Вскоре Елизавета вернулась и все вместе принялись готовиться к скорой посадке на первый следующий на восток поезд. Собственно, не это беспокоило взволнованную возникшими проблемами женщину. Она понимала; в дороге хлопот будет много и документы не спросят, а вот по прибытии, совсем иное дело. Поверят ли, что все дети ее? Теперь их вон, уже шестеро образовалось. О плохом думать не хотелось; все же беженцы они, мало ли с кем и что за долгую эвакуацию произойти могло. А бумажки что; их и потерять можно при бомбежке, по неосторожности или забыть в спешке. Пойди потом, отыщи. Надеялась обойдется, везде ведь люди живут. Стало быть, и с пониманием найдутся. Посочувствуют и помогут, всех ведь теперь война только сильнее сплотить должна; как иначе против врага устоять. Сила русского народа из покон веков в единстве была. Даже Елизавета это понимала, что уж говорить о власти и военных, которые грудью на защиту Родины встали. Эшелоны с техникой и воинскими формированиями шли почти бесконечным потоком на запад. Страна в первую очередь в них нуждалась, а вот поезда с эвакуированными людьми часто и подолгу стояли на запасных путях, в ожидании окна для медленного и долгого продвижения на восток страны. Куда кого везли, никто не знал; может за Урал, может в Казахстан или Сибирь, а то и куда подальше…

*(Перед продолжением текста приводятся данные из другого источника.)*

type Props = {
  /** Plotted x and y values, one pair per point; pairs with a NaN are skipped. */
  xs: Float32Array;
  ys: Float32Array;
  x: AxisSpec;
  y: AxisSpec;
  /** Point colour, `#rrggbb`. */
  colour: string;
  /** Marker shape for the legend and the SVG export. */
  shape: MarkerShape;
  /** Legend text, e.g. the catalog's name and class. */
  legend: string;
  /** Accessible name of the plot and stem of downloaded file names. */
  title: string;
  fileStem: string;
  /** Height over width of the plot; the height is kept between 260 and 620 CSS px. */
  aspect?: number;
  testId?: string;
  /** One line about point `i` (its row: catalog, row number, coordinates), shown on hover. */
  describe?: (i: number) => string;
  /** More about point `i` (its row as stored, with its name), fetched when it is clicked. */
  lookUp?: (i: number) => Promise<string>;
};

const MARGIN = { left: 64, right: 16, top: 14, bottom: 46 };
/** A source this near the pointer (CSS px) is picked by hover and click. */
const PICK_PX = 12;
/** Up to this many points in view are drawn as marker shapes; more as density pixels. */
export const MARKER_LIMIT = 5_000;
/** Name of the performance measure each redraw records. */
export const DRAW_MEASURE = 'lanewise:scatter-draw';
/** Points kept in the SVG download; the rest are left out by taking every k-th point. */
export const SVG_POINT_LIMIT = 20_000;

/**
 * "Nice" tick values (1, 2 or 5 × 10ⁿ apart) covering [lo, hi] with at most about `maxCount`
 * ticks, and the number of decimals that prints them exactly.
 */
export function niceTicks(
  lo: number,
  hi: number,
  maxCount: number,
): { ticks: number[]; decimals: number } {
  const span = hi - lo;
  if (!(span > 0) || !Number.isFinite(span)) return { ticks: [lo], decimals: 2 };
  const raw = span / Math.max(1, maxCount);
  const mag = 10 ** Math.floor(Math.log10(raw));
  const step = [1, 2, 5, 10].map((m) => m * mag).find((s) => s >= raw) ?? 10 * mag;
  const ticks: number[] = [];
  for (let t = Math.ceil(lo / step) * step; t <= hi + step * 1e-9; t += step)
    ticks.push(+t.toPrecision(12));
  return { ticks, decimals: Math.max(0, -Math.floor(Math.log10(step) + 1e-9)) };
}

/** A number with a true minus sign, as printed on axes. */
function fmt(v: number, decimals: number): string {
  const s = (Object.is(v, -0) ? 0 : v).toFixed(decimals);
  return s.startsWith('-') && Number(s) !== 0 ? `−${s.slice(1)}` : s.replace(/^-/, '');
}

/** The finite extent of the pairs, padded by 3 % on each side (a unit on each side if flat). */
function dataView(xs: Float32Array, ys: Float32Array): View | null {
  let x0 = Infinity;
  let x1 = -Infinity;
  let y0 = Infinity;
  let y1 = -Infinity;
  for (let i = 0; i < xs.length; i++) {
    const x = xs[i];
    const y = ys[i];
    if (x !== x || y !== y) continue;
    if (x < x0) x0 = x;
    if (x > x1) x1 = x;
    if (y < y0) y0 = y;
    if (y > y1) y1 = y;
  }
  if (x0 > x1) return null;
  const pad = (a: number, b: number): Range =>
    b > a ? [a - (b - a) * 0.03, b + (b - a) * 0.03] : [a - 1, b + 1];
  return { x: pad(x0, x1), y: pad(y0, y1) };
}

/** Plot-area geometry in CSS pixels and the data ↔ pixel transforms for one view. */
function frame(view: View, width: number, height: number, x: AxisSpec, y: AxisSpec) {
  const w = Math.max(1, width - MARGIN.left - MARGIN.right);
  const h = Math.max(1, height - MARGIN.top - MARGIN.bottom);
  const [xLo, xHi] = view.x;
  const [yLo, yHi] = view.y;
  const sx = (x.reversed ? -w : w) / (xHi - xLo);
  const ox = x.reversed ? w : 0;
  const sy = (y.reversed ? h : -h) / (yHi - yLo);
  const oy = y.reversed ? 0 : h;
  return {
    w,
    h,
    /** Data → x pixel offset inside the plot area. */
    px: (v: number) => ox + (v - xLo) * sx,
    py: (v: number) => oy + (v - yLo) * sy,
    /** Pixel offset inside the plot area → data. */
    dx: (p: number) => xLo + (p - ox) / sx,
    dy: (p: number) => yLo + (p - oy) / sy,
    xLo,
    yLo,
    sx,
    sy,
    ox,
    oy,
  };
}

type Frame = ReturnType<typeof frame>;

/**
 * Counts the points falling in each CSS-pixel cell of the plot area (a w × h grid, row-major).
 * One pass over flat arrays with no allocation per point, so a million points take a few ms.
 */
function binPoints(xs: Float32Array, ys: Float32Array, f: Frame, w: number, h: number) {
  const counts = new Uint32Array(w * h);
  let max = 0;
  let shown = 0;
  const { xLo, yLo, sx, sy, ox, oy } = f;
  for (let i = 0; i < xs.length; i++) {
    const cx = Math.floor(ox + (xs[i] - xLo) * sx);
    const cy = Math.floor(oy + (ys[i] - yLo) * sy);
    // NaN fails both comparisons, so points without a value drop out here too.
    if (!(cx >= 0 && cx < w && cy >= 0 && cy < h)) continue;
    const c = ++counts[cy * w + cx];
    if (c > max) max = c;
    shown++;
  }
  return { counts, max, shown };
}

/**
 * Paints the binned points into an ImageData of the plot area at device resolution: each
 * occupied cell is one CSS pixel in the point colour, darker where more points pile up (opacity
 * grows with log count), so dense lanes stay readable without one draw call per point.
 */
function paintPoints(
  ctx: CanvasRenderingContext2D,
  binned: ReturnType<typeof binPoints>,
  w: number,
  h: number,
  dpr: number,
  colour: string,
  background: string,
): ImageData {
  const dw = Math.round(w * dpr);
  const dh = Math.round(h * dpr);
  const img = ctx.createImageData(dw, dh);
  const px = new Uint32Array(img.data.buffer);
  const [r, g, b] = rgbChannels(colour);
  const [br, bg, bb] = rgbChannels(background);
  // Little-endian RGBA packed as one 32-bit word; a 256-step table of blends by opacity.
  const lut = new Uint32Array(256);
  for (let k = 0; k < 256; k++) {
    const a = k / 255;
    const mix = (c: number, base: number) => Math.round(base + (c - base) * a);
    lut[k] = (255 << 24) | (mix(b, bb) << 16) | (mix(g, bg) << 8) | mix(r, br);
  }
  const { counts, max } = binned;
  const logMax = Math.log1p(Math.max(1, max));
  const colOf = new Int32Array(dw);
  for (let i = 0; i < dw; i++) colOf[i] = Math.min(w - 1, Math.floor(i / dpr));
  for (let j = 0; j < dh; j++) {
    const row = Math.min(h - 1, Math.floor(j / dpr)) * w;
    const out = j * dw;
    for (let i = 0; i < dw; i++) {
      const c = counts[row + colOf[i]];
      px[out + i] =
        c === 0 ? lut[0] : lut[Math.round(255 * (0.6 + (0.4 * Math.log1p(c)) / logMax))];
    }
  }
  return img;
}

/**
 * Draws each point in view as the class's marker shape, for catalogs small enough that single
 * pixels would be lost. All markers go into one path and one fill.
 */
function drawMarkers(
  ctx: CanvasRenderingContext2D,
  xs: Float32Array,
  ys: Float32Array,
  f: Frame,
  colour: string,
  shape: MarkerShape,
) {
  const parts: string[] = [];
  for (let i = 0; i < xs.length; i++) {
    const X = f.px(xs[i]);
    const Y = f.py(ys[i]);
    if (X >= 0 && X <= f.w && Y >= 0 && Y <= f.h) {
      parts.push(markerPath(shape, MARGIN.left + X, MARGIN.top + Y, 2.5));
    }
  }
  ctx.save();
  ctx.beginPath();
  ctx.rect(MARGIN.left, MARGIN.top, f.w, f.h);
  ctx.clip();
  ctx.globalAlpha = 0.8;
  ctx.fillStyle = colour;
  ctx.fill(new Path2D(parts.join('')));
  ctx.restore();
}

С течением беспокойных дней, волнения как-то медленно отхлынули, война осталась на западе, а эвакуируемых в преддверии прихода осени ждал совсем иной, неведомый край. К концу сентябрьских последних теплых дней, когда на кудряшки утомленных дорогой девочек полетели первые, белые снежинки, будучи с эшелоном на подъездных путях под Омском, Елизавета с тревогой поняла, что впереди их ждет суровая зима и Сибирь. Лишь в редчайших случаях эшелоны подавались вовремя, а уж чтобы они были подготовлены для перевозки людей, так это вообще исключение редкое. Люди могли взять с собой только очень ограниченное количество продуктов и теплых вещей. Поскольку эшелоны отправлялись, но их место назначения определялось во время движения, то нередко было такое, что поезд прибывал в одну область, где не были готовы принять людей и его отсылали в другую. То есть эшелоны находились в пути неопределенное заранее время, питание и вовсе не было предусмотрено, да и кому было этим заниматься, медицинское обеспечение – тоже, соответственно, многие становились неизбежными жертвами болезней. Люди попросту были предоставлены воле обстоятельств, определявшихся для каждого по-своему. Иным, эти скорбные составы становились последним пристанищем в навязанном истечении жизни. Вдоль железнодорожного полотна стали все чаще вырастать холмики с навсегда оставленными могилами. Шли поезда навстречу зиме, все дальше к восходу солнца, только вот никто не знал, что ждать от каждого нового пробуждения?.. Вагоны с тягучим стоном ползли на восток, увозя осиротевшие семьи в Сибирь, все дальше от родных и знакомых мест.

Поезд то и дело ставили на переформирование; из вагонов выходить запрещалось; они растаскивались маневровыми локомотивами по разным направлениям. По всей видимости, чья-то невидимая воля, слепо, но все же, определяла – кого, куда и с кем… Шло нестерпимо тягучее время неясностей и тревоги, не дававшее покоя ни днем, ни ночью. В очередной раз вагоны открыли, дав людям лишь час на личные нужды, со строгим предписанием не опаздывать: «Состав никого ждать не будет и отставшие от поезда будут предоставлены сами себе!..» Из разговоров с переселенцами, чью судьбу сейчас определяли другие люди, а может быть, даже, и никто не определял, Елизавета поняла лишь одно; их эшелон следует дальше, в глубину неведомой Сибири, в направлении Кузбасса, а после может случиться проследует и дальше. И никто не знал, ни вширь, ни вглубь; какая она Сибирь и найдется ли в ней место для таких как она – одинокая мать, немка, с шестью детьми и без документов.